Thomas: Software to strip metadata? Let's see. There are some out there. I don't have any specific recommendations. I used to use, I know Adobe can actually strip metadata. Let's say if you wanna produce something from a Word document, the best way to do is convert it into say a TIFF or a PDF and you will lose the metadata there. But unfortunately, I can't think of any specific software out there for you.

Rochelle: Okay. And if all the attendees can enter in the passcode, which is "Ethical", and the next question, can you override backup copies of data as part of a standard backup as long as you preserve a copy of data subject to a litigation hold?

Thomas: And the answer to that is yes. As long as you document what you've done and do it good preservation of that backup. That's going to preserve the metadata. Again, it goes back to preserving the integrity of that data, but copies are great. So, let's say they have a backup, a tape backup. You wanna pull it off that tape backup and put it onto a hard drive so it's easier to access? Perfectly fine as long as you document what's been done.

Rochelle: [inaudible 00:55:08] continue. That's all the questions we have.
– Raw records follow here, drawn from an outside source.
import { afterEach, beforeEach, describe, expect, it } from 'vitest';
import type { StartNowDto } from '@/shared/contract/bench-plan';
import { Repair } from '@/server/entities/repair';
import { packForm } from '@/tests/support/repaired';
import { usualArrival } from '@/server/services/bench-plan/usual-arrival';
import { high, low, makeBench, planned, type Bench } from '../charges/bench';
import { arrival, makeShop, type Shop } from '../repairs/shop';
import { onlyTwoWork } from './day';

const hour = 3600;

describe('a start before the pack is read', () => {
  let bench: Bench;
  let shop: Shop;
  beforeEach(async () => {
    bench = await makeBench({ channels: [{ name: 'A1', canDischarge: true, dischargeAmps: 10 }] });
    shop = makeShop(bench);
    await onlyTwoWork(bench);
  });
  afterEach(() => bench.server.close());

  const offered = async (): Promise<StartNowDto[]> =>
    (await bench.as('technician').get('/api/bench-plan/start-now').expect(200)).body as StartNowDto[];
  const packType = async (usualArrivalVolts: number | null): Promise<string> => {
    const form = { name: 'Van pack', pack: packForm(bench.typeId), note: null, usualArrivalVolts };
    return ((await bench.as('manager').post('/api/pack-types', form).expect(201)).body as { id: string }).id;
  };
  /** A repair of before, whose pack arrived with these volts. */
  const arrived = async (number: string, volts: number): Promise<void> => {
    const page = await shop.book();
    const { manager } = bench.server.deps.dataSource;
    const target = {
      volts,
      readingId: 'none',
      toleranceMillivolts: 5,
      typed: true,
      reason: null,
      at: 1,
      personId: 'own-technician',
    };
    await manager.update(Repair, { id: page.id }, { number, target: target as never, handedOverAt: 1 });
  };

  it('is offered with a typed voltage: the whole charge now, a trim of under two hours later, and the rest saved', async () => {
    const repair = await shop.book({ packTypeId: await packType(high.volts) });
    const spareId = await bench.spare('S-1');
    const whole = await planned(bench, { spareId });
    const [found, ...others] = await offered();
    expect(others).toEqual([]);
    expect(found).toMatchObject({
      repairId: repair.id,
      number: repair.number,
      usualVolts: high.volts,
      aimVolts: high.volts,
      arrivals: 0,
      spare: { id: spareId, label: 'S-1', shelfPlace: 'D3' },
      channelName: 'A1',
    });
    // The same charge as the plan's: 18.77 Ah at 10 A, an hour of rest, two times five minutes of hands.
    expect(Math.abs(found!.takes.p50S - whole.totalS.p50)).toBeLessThan(120);
    expect(found!.takes.p50S).toBeGreaterThan(3 * hour);
    // Of seven likely arrivals one is where it is; to the others there are at most 30 mV, with rest and hands 1 h 10 and up.
    expect(found!.thenS).toBeGreaterThan(0.8 * hour);
    expect(found!.thenS).toBeLessThan(1.8 * hour);
    expect(Math.abs(found!.savesS - (whole.totalS.p50 - found!.thenS))).toBeLessThan(0.25 * hour);
  });

  it('aims at the lowest likely arrival where no channel takes a module down again', async () => {
    await bench.server.close();
    bench = await makeBench({ channels: [{ name: 'A1' }] });
    shop = makeShop(bench);
    await shop.book({ packTypeId: await packType(high.volts) });
    await bench.spare('S-1');
    const [found] = await offered();
    // 1.465 standard deviations of 20 mV below 3.949 V.
    expect(found).toMatchObject({ usualVolts: high.volts, aimVolts: 3.9197 });
    expect(found!.takes.p50S).toBeLessThan(3 * hour);
  });

  it('goes by the median of three arrivals, and by nothing with two', async () => {
    await bench.spare('S-1');
    await arrived('R-0001', 3.949);
    await arrived('R-0002', 3.951);
    await shop.book();
    expect(await offered()).toEqual([]);
    await arrived('R-0003', 3.94);
    const [found] = await offered();
    expect(found).toMatchObject({ usualVolts: 3.949, arrivals: 3 });
  });

  it('is not offered for a pack that was read, nor with a spare that rests there already', async () => {
    const packTypeId = await packType(high.volts);
    const repair = await shop.book({ packTypeId });
    await bench.spare('S-1');
    expect(await offered()).toHaveLength(1);
    await shop.read(repair.id, arrival);
    expect(await offered()).toEqual([]);
    await shop.book({ packTypeId });
    expect(await offered()).toHaveLength(1);
    // One on the shelf is close already: nobody waits less for another.
    await bench.spare('S-2', [high.volts, high.volts]);
    expect(await offered()).toEqual([]);
  });

  it('gives two repairs two spares, and none that a third has reserved', async () => {
    const packTypeId = await packType(high.volts);
    for (const label of ['S-1', 'S-2', 'S-3']) await bench.spare(label);
    const third = await shop.book({ packTypeId });
    const reserved = ((await bench.as('technician').get('/api/spares')).body as { id: string; label: string }[]).find(
      ({ label }) => label === 'S-1',
    )!;
    await shop.send(`repairs/${third.id}/spare`, { spareId: reserved.id });
    await shop.book({ packTypeId });
    await shop.book({ packTypeId });
    const found = await offered();
    expect(found.map(({ spare }) => spare.label).sort()).toEqual(['S-1', 'S-2', 'S-3']);
    expect(found.find(({ repairId }) => repairId === third.id)!.spare.label).toBe('S-1');
  });

  it('shows a workshop nothing of another', async () => {
    await shop.book({ packTypeId: await packType(high.volts) });
    await bench.spare('S-1', [low.volts, low.volts]);
    const other = bench.server.agentFor('technician', bench.server.other);
    expect((await other.get('/api/bench-plan/start-now').expect(200)).body).toEqual([]);
  });
});

describe('how packs usually arrive', () => {
  const repair = { packTypeId: 'van', moduleTypeId: 'module' };
  const past = (volts: number[], packTypeId: string | null) =>
    volts.map((one, place) => ({
      ...{ id: `${packTypeId}-${place}`, packTypeId, moduleTypeId: 'module' },
      target: { volts: one } as never,
    }));
  const typed = (usualArrivalVolts: number | null) => ({ usualArrivalVolts }) as never;

  it('is the median of the same type of pack before that of packs with the same modules', () => {
    const rows = [...past([3.9, 3.95, 3.91], 'van'), ...past([3.7, 3.71, 3.72, 3.73], 'bus')];
    expect(usualArrival(repair, null, rows)).toMatchObject({ volts: 3.91, arrivals: 3 });
    expect(usualArrival({ ...repair, packTypeId: null }, null, rows)).toMatchObject({ volts: 3.73, arrivals: 7 });
    expect(usualArrival(repair, typed(3.85), rows)).toEqual({ volts: 3.85, arrivals: 0, likely: [3.9, 3.95, 3.91] });
    expect(usualArrival(repair, null, past([3.9, 3.95], 'van'))).toBeNull();
  });

  it('around a typed voltage scatters by 20 mV: seven likely ones, the middle one the voltage itself', () => {
    const { likely } = usualArrival(repair, typed(3.85), [])!;
    // Quantiles 1/14, 3/14 … of the normal curve, from its table: 1.465, 0.792 and 0.366 of 20 mV.
    expect(likely).toEqual([3.8207, 3.8342, 3.8427, 3.85, 3.8573, 3.8658, 3.8793]);
  });
});
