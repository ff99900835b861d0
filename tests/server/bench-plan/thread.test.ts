import { afterAll, describe, expect, it } from 'vitest';
import type { BenchProblem } from '@/calc/bench/bench-types';
import type { PlanInput } from '@/calc/plan-types';
import { benchThread, makeBenchSolver, type BenchRunner } from '@/server/services/bench-plan/bench-solver';
import type { BenchTask, WayInput } from '@/server/services/bench-plan/bench-tasks';
import { solveTask } from '@/server/services/bench-plan/solve';
import { channel, planInput } from '@/tests/calc/plan-fixtures';

const thread = benchThread();
const solver = makeBenchSolver(thread);
afterAll(() => solver.close());

const ask = (change: Partial<PlanInput> = {}): WayInput => ({
  input: planInput({ channels: [channel('A1'), channel('B1', { maxAmps: 20 })], ...change }),
  way: 'terminals',
  finish: 'over-and-settle',
  knownEnd: null,
});

/** So many jobs on two channels, each due before it can be done: nothing is proved at once. */
const crowded = (count: number): BenchProblem => ({
  taken: [[], []],
  jobs: Array.from({ length: count }, (_, place) => ({
    id: `job-${place}`,
    dueS: 1800 + ((place * 7919) % 13) * 900,
    weight: 1 + (place % 3),
    alternatives: [0, 1].map((at) => ({
      channels: [at],
      busyS: 3600 + ((place * 104_729) % 11) * 300 + at * 420,
      readyS: 7200,
      guardS: 7800 + place,
      mayStart: [{ fromS: 0, toS: 7 * 86_400 }],
    })),
  })),
});

describe('the thread of the bench plan', () => {
  it('reckons what this thread would, to the last digit', async () => {
    expect(await solver.alternatives(ask())).toEqual(solveTask({ kind: 'way', ask: ask() }));
    const option = await solver.option(ask(), ['id-B1']);
    expect(option).toEqual(solveTask({ kind: 'option', ask: ask(), channelIds: ['id-B1'] }));
    expect(option!.channelIds).toEqual(['id-B1']);
  });

  it('stops a search at its limit with the best plan so far, and lets the event loop turn meanwhile', async () => {
    let turns = 0;
    const timer = setInterval(() => (turns += 1), 5);
    const found = await solver.bench(crowded(30));
    clearInterval(timer);
    expect(found.placements).toHaveLength(30);
    expect(found.weightedTardinessS).toBeGreaterThan(0);
    // Reckoned on this thread, a search leaves no turn at all.
    expect(turns).toBeGreaterThan(5);
  });

  it('goes on with the next question after one that cannot be answered', async () => {
    const wrong = { ...crowded(1), taken: [] };
    await expect(solver.bench(wrong)).rejects.toThrow('channel');
    expect((await solver.bench(crowded(2))).placements).toHaveLength(2);
  });
});

describe('the answers kept', () => {
  const counting = (run: (task: BenchTask) => ReturnType<typeof solveTask>) => {
    const asked: string[] = [];
    const runner: BenchRunner = {
      run: async (task) => {
        asked.push(task.kind);
        return run(task);
      },
      close: async () => {},
    };
    return { asked, solver: makeBenchSolver(runner) };
  };

  it('answer the same question once, however many ask at the same time', async () => {
    const { asked, solver: kept } = counting((task) => solveTask(task));
    const [one, other] = await Promise.all([kept.bench(crowded(3)), kept.bench(crowded(3))]);
    expect(one).toBe(other);
    await kept.bench(crowded(4));
    await kept.bench(crowded(3));
    expect(asked).toEqual(['bench', 'bench']);
  });

  it('do not keep a failure', async () => {
    let fails = true;
    const { asked, solver: kept } = counting((task) => {
      if (fails) throw new Error('gone');
      return solveTask(task);
    });
    await expect(kept.bench(crowded(2))).rejects.toThrow('gone');
    fails = false;
    expect((await kept.bench(crowded(2))).placements).toHaveLength(2);
    expect(asked).toHaveLength(2);
  });
});
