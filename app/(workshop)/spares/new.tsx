import { useRouter, type Href } from 'expo-router';
import { useMemo, useState } from 'react';
import { useWatch } from 'react-hook-form';
import { View } from 'react-native';
import { sentenceOf } from '@/shared/client/api-problem';
import { useContractForm, wrongSentence } from '@/shared/client/forms';
import { useLastMeter } from '@/shared/client/last-meter';
import { useLink } from '@/shared/client/link';
import { useMeters } from '@/shared/client/meters';
import { useModuleTypes } from '@/shared/client/module-types';
import { useCan } from '@/shared/client/session';
import { useAddSpare } from '@/shared/client/spares';
import type { MeterDto, ModuleTypeDto } from '@/shared/contract/equipment';
import { ScanButton } from '@/shared/screens/scan/scan-button';
import { Link } from '@/shared/ui/primitives/link';
import { Txt } from '@/shared/ui/primitives/txt';
import { HeaderBar } from '@/shared/ui/screen/header-bar';
import { Screen } from '@/shared/ui/screen/screen';
import { FormFoot } from '@/shared/ui/spare/form-foot';
import { ReadingFields } from '@/shared/ui/spare/reading-fields';
import { SpareFields } from '@/shared/ui/spare/spare-fields';
import { emptyReading, emptySpare, newSpareForm, resized, type NewSpareTyped } from '@/shared/ui/spare/spare-form';
import { Empty } from '@/shared/ui/states/empty';
import { ErrorState } from '@/shared/ui/states/error-state';
import { Loading } from '@/shared/ui/states/loading';

export { ErrorBoundary } from '@/shared/ui/shell/error-boundary';

/** Takes a spare in: what it is, and its first reading. */
export default function NewSpare() {
  const router = useRouter();
  const types = useModuleTypes();
  const meters = useMeters();
  const mayAddTypes = useCan('equipment:write');
  const back = () => (router.canGoBack() ? router.back() : router.replace('/spares' as Href));
  if (types.data && types.data.length > 0 && !meters.isPending)
    return <Form types={types.data} meters={meters.data ?? []} onBack={back} />;
  return (
    <Screen single header={<HeaderBar title="Take in a spare" onBack={back} />}>
      {types.data && types.data.length === 0 ? (
        <Empty
          sentence={
            mayAddTypes
              ? 'No module types yet. Add the first one, then its spares.'
              : 'No module types yet. A manager adds them under Workshop.'
          }
          action={
            mayAddTypes
              ? { title: 'Add a module type', onPress: () => router.push('/workshop' as Href) }
              : { title: 'Back', onPress: back }
          }
        />
      ) : types.isError ? (
        <ErrorState
          failed="The module types could not be read."
          toDo={sentenceOf(types.error)}
          action={{ title: 'Try again', onPress: () => void types.refetch(), busy: types.isFetching }}
        />
      ) : (
        <Loading what="the module types" onRetry={() => void types.refetch()} />
      )}
    </Screen>
  );
}

function Form({
  types,
  meters,
  onBack,
}: {
  types: readonly ModuleTypeDto[];
  meters: readonly MeterDto[];
  onBack: () => void;
}) {
  const router = useRouter();
  const add = useAddSpare();
  const meter = useLastMeter();
  const [initial] = useState<NewSpareTyped>(() => ({ ...emptySpare, reading: emptyReading(1, meter.firstOf(meters)) }));
  const offline = useLink().state === 'down';
  const schema = useMemo(() => newSpareForm((id) => types.find((type) => type.id === id)), [types]);
  const f = useContractForm({
    schema,
    initial,
    draft: 'spare.new',
    send: async (output) => {
      const spare = await add.mutateAsync(output);
      meter.keep(output.reading.meterId);
      router.replace(`/spares/${spare.id}` as Href);
    },
  });
  const typeId = useWatch({ control: f.form.control, name: 'moduleTypeId' });
  const type = types.find((each) => each.id === typeId);
  return (
    <Screen
      single
      header={
        <HeaderBar
          title="Take in a spare"
          sub={f.restored ? 'What you typed before is still here.' : 'What it is, and its first reading'}
          onBack={onBack}
          tools={f.restored ? <Link kind="small" align="right" title="Clear" onPress={() => f.clear()} /> : undefined}
        />
      }
      foot={
        <FormFoot
          title="Take it in"
          busy={f.busy}
          offline={offline}
          problem={f.problem ?? (f.wrong > 0 ? wrongSentence(f.wrong) : null)}
          onSend={() => void f.submit()}
        />
      }
    >
      <View style={{ rowGap: 20, paddingBottom: 16 }}>
        <SpareFields
          form={f.form}
          types={types}
          type={type}
          scan={
            <ScanButton
              onSpare={({ label }) => {
                f.form.setValue('label', label, { shouldDirty: true, shouldValidate: true });
                return null;
              }}
            />
          }
          onType={(chosen) =>
            f.form.setValue(
              'reading.groupVolts',
              resized(f.form.getValues('reading.groupVolts'), chosen.groupsInSeries),
            )
          }
        />
        <View style={{ rowGap: 10 }}>
          <Txt kind="heading" heading={2}>
            Volts at rest, read now
          </Txt>
          {type ? (
            <ReadingFields form={f.form} prefix="reading." groups={type.groupsInSeries} type={type} meters={meters} />
          ) : (
            <Txt tone="ink2">Choose the type first: it says how many groups there are.</Txt>
          )}
        </View>
      </View>
    </Screen>
  );
}
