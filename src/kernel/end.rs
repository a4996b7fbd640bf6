//! How a term behaves towards an end of an interval of one variable (R19).
//!
//! Statement: for each fixed value of the other variables, towards the end in
//! question, `t = c_1 S_1 + .. + c_n S_n + o(R)`, where the coefficients are free
//! of the variable, the scales fall strictly and are of the form
//! `u^p (log u)^q exp(a_1 u^d_1 + ..)` with `d_j > 0`, and `u` tends to infinity
//! (`x = u`, `-u`, `a + 1/u` or `b - 1/u`). Without `R` the expansion is exact.
//!
//! Sound: sums and products of such expansions are again such expansions, the
//! largest neglected scale being kept as `R`; a reciprocal, a power, a logarithm and
//! an exponential are taken of the leading part exactly and of `1 + small` by
//! Taylor's theorem, whose remainder is `o` of the last power kept. Signs that
//! matter (a divisor's leading coefficient is not 0, a logarithm's is positive,
//! which scale is larger) are proved, never sampled; what is not decided is
//! refused. Nothing is claimed uniformly in the other variables.
//! Sources: Hardy, Orders of Infinity, 1910; for erfc, lgamma and digamma NIST
//! Digital Library of Mathematical Functions 7.12.1, 5.11.1, 5.11.2 (asymptotic
//! expansions in the sense of Poincare). From memory except the numbers cited.
//! Forgotten: infinity - infinity taken as 0; a leading coefficient that cancels
//! numerically but not exactly; a limit with other variables moving too.

use std::cmp::Ordering;

use num_bigint::BigInt;
use num_rational::BigRational;
use num_traits::{One, Signed, Zero};

use super::defined::require_defined;
use super::number::Function;
use super::rule::{Kernel, check};
use super::sequent::{Rel, Relation, Sequent};
use super::step::Step;
use super::term::{Constant, Node, Term};
use super::verdict::{Checked, Reason, refuse};
use super::{normal, sign};

/// Most terms kept of an expansion.
const MAX_TERMS: usize = 12;
/// Highest power of the small part in a Taylor expansion.
const ORDER: usize = 8;
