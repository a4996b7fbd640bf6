//! Polynomials as sums of squares with multipliers:
//! `target = sum over blocks of multiplier * v' G v`, G positive semidefinite.
//!
//! Numerically one minimises `<target, y> - sum log det M(y)`, where the entry of the
//! block's `M(y)` at a, b is the multiplier times the a-th times the b-th member of v
//! with every monomial replaced by its y: a convex function, self-concordant, for which
//! damped Newton steps work from any start; moments of points are one. At the
//! minimum `G = M(y)^-1` solves the equation and is as far inside as possible. If
//! there is none, y runs off in a direction in which `M` has a kernel that every
//! solution must respect: the members of v are then combined to those that vanish
//! at the common zeros (facial reduction), and one starts again. What is found is
//! rounded and put back onto the equation exactly; the kernel checks the result.
//!
//! Sources: Nesterov, Nemirovskii, Interior-Point Polynomial Algorithms, 1994;
//! Parrilo, Semidefinite programming relaxations for semialgebraic problems, 2003;
//! Permenter, Parrilo, Partial facial reduction, 2018.

mod exact;
pub mod matrix;
mod zeros;

use std::collections::{BTreeMap, BTreeSet};

use num_rational::BigRational;
use num_traits::{One, Signed, ToPrimitive, Zero};

use self::exact::{Equations, pivots, recognised, rounded};
use self::matrix::{Matrix, cholesky, eigen, inverse, solved, zeros};
use super::polynomial::{Polynomial, Powers, Rewrite};
pub use zeros::simple_zeros;

/// Squares of combinations of the basis, times the multiplier.
#[derive(Clone, Debug)]
pub struct Block {
    /// Not negative on the domain.
    pub multiplier: Polynomial,
    /// What is combined and squared.
    pub basis: Vec<Polynomial>,
}

/// A polynomial that is to be such a sum.
pub struct Problem<'a> {
    /// The polynomial.
    pub target: Polynomial,
    /// The blocks.
    pub blocks: Vec<Block>,
    /// Equations among the variables.
    pub rules: &'a [Rewrite],
    /// Points of the domain, many and in general position.
    pub points: &'a [Vec<f64>],
    /// Exact zeros of the target, as many as are known.
    pub zeros: &'a [Vec<BigRational>],
}

/// One summand: weight times multiplier of the block times the square of the root.
#[derive(Clone, Debug)]
pub struct Square {
    /// The block.
    pub block: usize,
    /// Positive.
    pub weight: BigRational,
    /// What is squared.
    pub root: Polynomial,
}

/// Why there is no decomposition.
#[derive(Clone, Copy, Debug, PartialEq, Eq)]
pub enum Lack {
    /// The polynomial is not such a sum, as far as the numbers tell.
    Separated,
    /// Too large, or the numbers do not settle.
    Unsettled,
    /// No exact solution near the approximate one.
    NotRounded,
    /// The budget is used up.
    Exhausted,
}

/// Most members of all bases together.
const MAX_SIZE: usize = 90;
/// Most monomials of the equation.
const MAX_EQUATIONS: usize = 420;
/// Most steps of one minimisation.
const MAX_STEPS: usize = 90;
/// Most reductions one after the other.
const MAX_REDUCTIONS: usize = 5;

/// Finds a decomposition. `spend` counts work and says whether there is more.
///
/// # Errors
/// [`Lack`] says what stands in the way.
pub fn decompose(problem: &Problem, spend: &mut dyn FnMut(u64) -> bool) -> Result<Vec<Square>, Lack> {
    let mut blocks = problem.blocks.clone();
    pruned(problem, &mut blocks)?;
    zeros::restricted(problem, &mut blocks);
    for _ in 0..MAX_REDUCTIONS {
        pruned(problem, &mut blocks)?;
        let system = System::new(problem, &blocks)?;
        match system.centre(problem, spend)? {
            End::Inside(gram) => return system.round(&blocks, &gram),
            End::Face(kernels) => {
                let mut smaller = false;
                for (block, kernel) in blocks.iter_mut().zip(kernels) {
                    let Some(kernel) = kernel else { continue };
                    smaller = true;
                    block.basis = combined(&block.basis, &kernel).ok_or(Lack::NotRounded)?;
                }
                if !smaller || blocks.iter().all(|b| b.basis.is_empty()) {
                    return Err(Lack::Unsettled);
                }
            }
        }
    }
    Err(Lack::Unsettled)
}

/// How a minimisation ends.
enum End {
    /// At a minimum: the Gram matrices.
    Inside(Vec<Matrix>),
    /// Running off: for each block the combinations that are still allowed, if fewer.
    Face(Vec<Option<Matrix>>),
}

/// Drops members of bases that no sum can use: a monomial that the target does not
/// have and that arises only as the square of members, always with a positive
/// coefficient (the Newton polytope, and more).
fn pruned(problem: &Problem, blocks: &mut [Block]) -> Result<(), Lack> {
    loop {
        let size: usize = blocks.iter().map(|b| b.basis.len()).sum();
        if size > 4 * MAX_SIZE {
            return Err(Lack::Unsettled);
        }
        // For each monomial the members whose squares have it, unless something else has it too.
        let mut only: BTreeMap<Powers, Option<BTreeSet<(usize, usize)>>> = BTreeMap::new();
        for (j, block) in blocks.iter().enumerate() {
            for (a, b, column) in columns(problem, block)? {
                for (m, q) in column.terms() {
                    let entry = only.entry(m.clone()).or_insert_with(|| Some(BTreeSet::new()));
                    if a == b && q.is_positive() && !problem.target.has(m) {
                        if let Some(set) = entry {
                            set.insert((j, a));
                        }
                    } else {
                        *entry = None;
                    }
                }
            }
        }
        let useless: BTreeSet<(usize, usize)> = only.into_values().flatten().flatten().collect();
        if useless.is_empty() {
            return Ok(());
        }
        for (j, block) in blocks.iter_mut().enumerate() {
            let mut a = 0;
            block.basis.retain(|_| {
                a += 1;
                !useless.contains(&(j, a - 1))
            });
        }
    }
}

/// The products of a block: members a <= b, and the polynomial that belongs to the entry.
fn columns(problem: &Problem, block: &Block) -> Result<Vec<(usize, usize, Polynomial)>, Lack> {
    let mut all = Vec::new();
    for (b, q) in block.basis.iter().enumerate() {
        let outer = block.multiplier.times(q).ok_or(Lack::Unsettled)?;
        for (a, p) in block.basis[..=b].iter().enumerate() {
            let product = outer.times(p).and_then(|p| p.reduced(problem.rules)).ok_or(Lack::Unsettled)?;
            all.push((a, b, product));
        }
    }
    Ok(all)
}

/// New members of a basis; the entries of the combinations must be rationals of small height.
fn combined(basis: &[Polynomial], kernel: &Matrix) -> Option<Vec<Polynomial>> {
    let rows = echelon(kernel)?;
    let mut new = Vec::new();
    for row in rows {
        let mut sum = Polynomial::default();
        for (x, p) in row.iter().zip(basis) {
            sum = sum.plus(&p.scaled(&recognised(*x, 2e-4)?));
        }
        new.push(sum);
    }
    Some(new)
}

/// The reduced echelon form of rows that are independent.
fn echelon(rows: &Matrix) -> Option<Matrix> {
    let mut rows = rows.clone();
    let (count, width) = (rows.len(), rows.first()?.len());
    let mut done = 0;
    for column in 0..width {
        if done == count {
            break;
        }
        let best = (done..count).max_by(|&i, &j| rows[i][column].abs().total_cmp(&rows[j][column].abs()))?;
        let size: f64 = rows[best].iter().fold(0.0, |m, x| x.abs().max(m));
        if rows[best][column].abs() <= 1e-3 * size.max(1e-3) {
            continue;
        }
        rows.swap(done, best);
        let lead = rows[done][column];
        rows[done].iter_mut().for_each(|x| *x /= lead);
        for i in (0..count).filter(|&i| i != done) {
            let factor = rows[i][column];
            let unit = rows[done].clone();
            rows[i].iter_mut().zip(&unit).for_each(|(x, u)| *x -= factor * u);
        }
        done += 1;
    }
    (done == count).then_some(rows)
}

/// The equation `sum of entries times columns = target`, monomial by monomial.
struct System {
    monomials: Vec<Powers>,
    target: Vec<f64>,
    exact_target: Vec<BigRational>,
    blocks: Vec<Columns>,
}

/// Coefficients by the numbers of monomials.
type Column = Vec<(usize, BigRational)>;

/// The columns of a block.
struct Columns {
    size: usize,
    /// Members a <= b and, exactly, the monomials of their product.
    exact: Vec<(usize, usize, Column)>,
    /// For each monomial where it stands in the matrix, both triangles.
    places: Vec<Vec<(usize, usize, f64)>>,
}
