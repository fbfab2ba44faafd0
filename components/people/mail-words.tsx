import { Dialog } from '@/components/ui/dialog';
import type { SentMail } from '@/lib/schemas/mail';

/** Addresses in a text. */
const ADDRESS = /(https?:\/\/\S+)/;

/**
 * What a mail says. The HTML stands in a frame without scripts or forms and of no origin; a link
 * in it opens a window of its own.
 */
export function MailWords({ mail, onClose }: { mail: SentMail | null; onClose: () => void }) {
  if (!mail?.words) return null;
  const { text, html } = mail.words;
  return (
    <Dialog title={mail.subject} isOpen onClose={onClose} wide>
      <p className="text-ink-2">To {mail.to}</p>
      <iframe
        title="The mail as it looks"
        sandbox="allow-popups allow-popups-to-escape-sandbox"
        srcDoc={html.replace('<head>', '<head><base target="_blank">')}
        className="h-75 w-full border border-line bg-white"
      />
      <details>
        <summary className="cursor-pointer font-medium">As plain text</summary>
        <p className="pt-2 font-mono text-small [overflow-wrap:anywhere] whitespace-pre-wrap">
          {text.split(ADDRESS).map((part, index) =>
            index % 2 === 1 ? (
              <a key={index} href={part} target="_blank" rel="noopener">
                {part}
              </a>
            ) : (
              part
            ),
          )}
        </p>
      </details>
    </Dialog>
  );
}
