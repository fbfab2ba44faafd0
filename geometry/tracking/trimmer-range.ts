/** What a trimmer has to reach so that stacks built within their tolerances can be aligned. */

import type { Derived } from '../derived';
import type { Outcome } from '../tolerance/stacks';

export interface TrimmerRange {
  readonly section: number;
  /** With the plates as drawn, F. */
  readonly nominal: number;
  /** From the stack with most capacitance where the law begins to the one with least, F. */
  readonly least: number;
  readonly most: number;
  /**
   * By how much the stacks with most are beyond what a trimmer can take away, F: the circuit's
   * stray has to be that much less, or the trimmer counted on from the start. 0 where all can be
   * aligned.
   */
  readonly missing: number;
}

/**
 * From the middle 90 of 100 stacks of the Monte Carlo, where the law begins.
 * @param outcome of the same section, from `stacksByChance`
 * @param reserve of the spread, added at either side for the circuit's own stray
 */
export function trimmerRange(
  { sections }: Derived,
  section: number,
  { asBuilt }: Pick<Outcome, 'asBuilt'>,
  reserve = 0.2,
): TrimmerRange {
  const { trimmer } = sections[section]!;
  // The error counts the nominal trimmer in: a stack with too much needs that much less.
  const [low, high] = [trimmer - asBuilt.high[0]!, trimmer - asBuilt.low[0]!];
  const room = reserve * (high - low);
  return {
    section,
    nominal: trimmer,
    least: Math.max(0, low - room),
    most: Math.max(0, high + room),
    missing: Math.max(0, -low),
  };
}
Thomas: All right. Well, thank you guys very much. Thank you, everybody, for attending. I really appreciate it. And you have a great day. Thanks for all the questions. I appreciate it.

Rochelle: Thank you. Please remember that if you are applying for CLE credit, you must attend for the full presentation. You're also required to complete the survey at the end of the program. Please note, I will be sending out all certificates via email in 24 to 48 hours. I wanna take this opportunity to thank everyone for attending and most especially, Thomas Plunkett for his time and effort in creating this presentation.

If you would like to speak with Tom or if you would like to speak with a TASA representative regarding an expert witness, please contact TASA at 1-800-523-2319. One of my colleagues will be followed up with you regarding your feedback on today's presentation. Again, thank you all for attending today. This concludes our program for today.